• **How to complete this task**: The lines from the top of the records below through the one containing "s.Disk.Orders = 2" are to be transcribed exactly, and nothing else is to be added.

-------- Records for the task

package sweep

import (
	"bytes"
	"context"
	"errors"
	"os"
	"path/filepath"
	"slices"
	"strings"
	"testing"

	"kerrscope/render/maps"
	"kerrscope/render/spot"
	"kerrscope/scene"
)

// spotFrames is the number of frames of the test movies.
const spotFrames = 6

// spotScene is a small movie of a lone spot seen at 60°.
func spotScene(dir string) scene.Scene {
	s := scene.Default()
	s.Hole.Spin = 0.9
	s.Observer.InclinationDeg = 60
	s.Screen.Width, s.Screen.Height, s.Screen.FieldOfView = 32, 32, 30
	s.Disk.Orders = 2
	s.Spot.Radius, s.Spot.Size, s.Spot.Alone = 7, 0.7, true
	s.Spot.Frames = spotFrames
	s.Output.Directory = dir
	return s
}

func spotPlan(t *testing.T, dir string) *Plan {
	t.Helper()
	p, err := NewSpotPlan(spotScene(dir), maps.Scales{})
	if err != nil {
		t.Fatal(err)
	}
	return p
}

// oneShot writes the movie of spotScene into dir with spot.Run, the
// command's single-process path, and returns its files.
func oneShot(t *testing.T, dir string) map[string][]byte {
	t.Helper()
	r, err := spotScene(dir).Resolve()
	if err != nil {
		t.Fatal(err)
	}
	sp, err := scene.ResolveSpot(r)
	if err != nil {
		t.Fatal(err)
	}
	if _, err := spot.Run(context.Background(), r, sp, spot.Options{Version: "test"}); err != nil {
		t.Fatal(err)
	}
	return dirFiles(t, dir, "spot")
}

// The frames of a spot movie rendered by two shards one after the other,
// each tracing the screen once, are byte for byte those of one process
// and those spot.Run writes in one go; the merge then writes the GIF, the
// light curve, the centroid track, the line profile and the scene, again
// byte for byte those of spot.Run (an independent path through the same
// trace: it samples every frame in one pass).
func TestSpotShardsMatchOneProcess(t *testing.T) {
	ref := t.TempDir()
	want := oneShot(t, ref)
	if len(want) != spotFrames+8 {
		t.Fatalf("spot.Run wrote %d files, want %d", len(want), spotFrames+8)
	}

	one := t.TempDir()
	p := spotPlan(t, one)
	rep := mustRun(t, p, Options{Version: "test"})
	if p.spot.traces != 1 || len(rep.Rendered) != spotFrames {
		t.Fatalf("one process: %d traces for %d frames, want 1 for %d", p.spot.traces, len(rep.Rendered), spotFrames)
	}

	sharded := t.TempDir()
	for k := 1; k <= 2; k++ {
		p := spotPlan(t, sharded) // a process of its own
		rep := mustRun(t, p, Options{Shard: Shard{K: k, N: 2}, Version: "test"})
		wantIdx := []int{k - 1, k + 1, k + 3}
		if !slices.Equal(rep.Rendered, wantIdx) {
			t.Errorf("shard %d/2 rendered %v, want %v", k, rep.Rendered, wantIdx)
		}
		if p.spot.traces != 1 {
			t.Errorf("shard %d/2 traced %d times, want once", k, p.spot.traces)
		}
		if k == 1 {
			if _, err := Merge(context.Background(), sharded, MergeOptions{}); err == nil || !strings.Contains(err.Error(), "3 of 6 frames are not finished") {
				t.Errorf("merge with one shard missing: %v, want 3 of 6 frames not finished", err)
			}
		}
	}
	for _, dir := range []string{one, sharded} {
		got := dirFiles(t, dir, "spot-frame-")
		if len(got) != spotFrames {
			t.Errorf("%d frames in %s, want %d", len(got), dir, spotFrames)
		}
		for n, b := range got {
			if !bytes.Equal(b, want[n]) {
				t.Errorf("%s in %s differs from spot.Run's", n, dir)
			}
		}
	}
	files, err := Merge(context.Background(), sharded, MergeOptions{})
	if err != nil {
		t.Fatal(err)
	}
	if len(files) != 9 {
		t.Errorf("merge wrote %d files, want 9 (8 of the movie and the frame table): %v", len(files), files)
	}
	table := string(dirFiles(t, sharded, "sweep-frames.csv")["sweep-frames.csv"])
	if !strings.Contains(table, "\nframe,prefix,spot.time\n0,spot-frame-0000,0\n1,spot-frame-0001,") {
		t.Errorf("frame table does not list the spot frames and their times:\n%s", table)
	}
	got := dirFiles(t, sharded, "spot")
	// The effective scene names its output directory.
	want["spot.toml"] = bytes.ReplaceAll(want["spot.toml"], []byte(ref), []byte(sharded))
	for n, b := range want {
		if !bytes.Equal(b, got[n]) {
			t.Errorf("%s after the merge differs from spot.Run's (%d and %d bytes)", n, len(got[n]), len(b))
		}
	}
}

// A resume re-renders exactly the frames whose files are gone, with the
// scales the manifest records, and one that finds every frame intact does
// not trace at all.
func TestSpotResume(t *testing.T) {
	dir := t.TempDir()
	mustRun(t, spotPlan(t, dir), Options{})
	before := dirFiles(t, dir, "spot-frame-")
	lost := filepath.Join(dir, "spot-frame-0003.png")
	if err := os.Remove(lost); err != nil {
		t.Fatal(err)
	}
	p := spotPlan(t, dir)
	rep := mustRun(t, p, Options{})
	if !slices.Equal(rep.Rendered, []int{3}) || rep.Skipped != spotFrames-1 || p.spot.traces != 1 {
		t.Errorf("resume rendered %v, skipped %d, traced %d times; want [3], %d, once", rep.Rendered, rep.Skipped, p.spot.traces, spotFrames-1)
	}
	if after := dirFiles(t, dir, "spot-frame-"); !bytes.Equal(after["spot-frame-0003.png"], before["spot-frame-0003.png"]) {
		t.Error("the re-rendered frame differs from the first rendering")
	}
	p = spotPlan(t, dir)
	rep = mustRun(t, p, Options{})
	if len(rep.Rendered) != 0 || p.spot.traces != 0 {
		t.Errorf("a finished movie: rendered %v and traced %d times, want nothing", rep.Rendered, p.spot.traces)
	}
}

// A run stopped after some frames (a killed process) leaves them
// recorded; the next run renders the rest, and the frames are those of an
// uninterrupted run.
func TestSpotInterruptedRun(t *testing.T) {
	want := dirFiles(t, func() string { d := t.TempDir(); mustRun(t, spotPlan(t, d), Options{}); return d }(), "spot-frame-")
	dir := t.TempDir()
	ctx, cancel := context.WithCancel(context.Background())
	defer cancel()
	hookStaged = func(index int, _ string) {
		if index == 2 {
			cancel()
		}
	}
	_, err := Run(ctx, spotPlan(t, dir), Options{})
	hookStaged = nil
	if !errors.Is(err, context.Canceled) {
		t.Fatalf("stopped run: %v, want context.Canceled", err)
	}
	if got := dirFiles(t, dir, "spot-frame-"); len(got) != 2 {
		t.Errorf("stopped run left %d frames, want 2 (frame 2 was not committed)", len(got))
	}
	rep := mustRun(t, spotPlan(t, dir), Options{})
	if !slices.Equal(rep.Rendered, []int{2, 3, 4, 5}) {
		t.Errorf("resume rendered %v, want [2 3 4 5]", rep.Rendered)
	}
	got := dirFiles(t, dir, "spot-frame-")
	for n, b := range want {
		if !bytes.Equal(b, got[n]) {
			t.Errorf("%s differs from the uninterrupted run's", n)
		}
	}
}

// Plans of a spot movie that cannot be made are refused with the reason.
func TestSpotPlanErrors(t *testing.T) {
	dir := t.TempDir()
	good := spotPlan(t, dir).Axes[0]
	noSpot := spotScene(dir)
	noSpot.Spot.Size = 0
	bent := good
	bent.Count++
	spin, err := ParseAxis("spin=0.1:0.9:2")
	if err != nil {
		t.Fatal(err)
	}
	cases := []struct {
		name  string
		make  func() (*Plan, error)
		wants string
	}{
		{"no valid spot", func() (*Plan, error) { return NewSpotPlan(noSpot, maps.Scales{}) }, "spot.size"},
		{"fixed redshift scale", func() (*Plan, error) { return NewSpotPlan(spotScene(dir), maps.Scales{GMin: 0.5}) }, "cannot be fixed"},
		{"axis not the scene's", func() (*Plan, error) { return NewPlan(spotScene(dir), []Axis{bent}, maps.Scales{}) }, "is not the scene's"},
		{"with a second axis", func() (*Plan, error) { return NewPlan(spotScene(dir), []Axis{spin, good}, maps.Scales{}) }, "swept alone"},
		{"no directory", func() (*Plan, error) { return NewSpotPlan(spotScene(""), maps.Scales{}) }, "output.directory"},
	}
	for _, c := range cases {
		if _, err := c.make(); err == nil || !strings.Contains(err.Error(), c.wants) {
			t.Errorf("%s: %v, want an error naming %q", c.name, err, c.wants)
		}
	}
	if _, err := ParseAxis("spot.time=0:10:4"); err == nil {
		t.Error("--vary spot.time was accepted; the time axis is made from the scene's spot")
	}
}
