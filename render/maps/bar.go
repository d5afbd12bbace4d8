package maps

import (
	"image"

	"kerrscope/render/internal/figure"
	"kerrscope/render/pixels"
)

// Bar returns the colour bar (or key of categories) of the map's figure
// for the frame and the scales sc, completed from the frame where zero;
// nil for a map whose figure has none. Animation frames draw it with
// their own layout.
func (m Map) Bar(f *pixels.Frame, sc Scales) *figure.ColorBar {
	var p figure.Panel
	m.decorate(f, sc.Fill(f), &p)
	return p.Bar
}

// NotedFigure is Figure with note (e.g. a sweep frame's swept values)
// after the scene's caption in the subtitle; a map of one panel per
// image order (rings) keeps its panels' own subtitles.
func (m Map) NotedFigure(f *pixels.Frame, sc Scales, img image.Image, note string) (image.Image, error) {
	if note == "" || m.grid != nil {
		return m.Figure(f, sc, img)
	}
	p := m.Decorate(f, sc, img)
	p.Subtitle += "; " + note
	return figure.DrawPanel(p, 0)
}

----------------

• **Answer box**:
package sweep

import (
	"bytes"
	"context"
	"errors"
	"os"
	"path/filepath"
	"slices"
	"strings"
	"testing"

	"kerrscope/render/maps"
	"kerrscope/render/spot"
	"kerrscope/scene"
)

// spotFrames is the number of frames of the test movies.
const spotFrames = 6

// spotScene is a small movie of a lone spot seen at 60°.
func spotScene(dir string) scene.Scene {
	s := scene.Default()
	s.Hole.Spin = 0.9
	s.Observer.InclinationDeg = 60
	s.Screen.Width, s.Screen.Height, s.Screen.FieldOfView = 32, 32, 30
	s.Disk.Orders = 2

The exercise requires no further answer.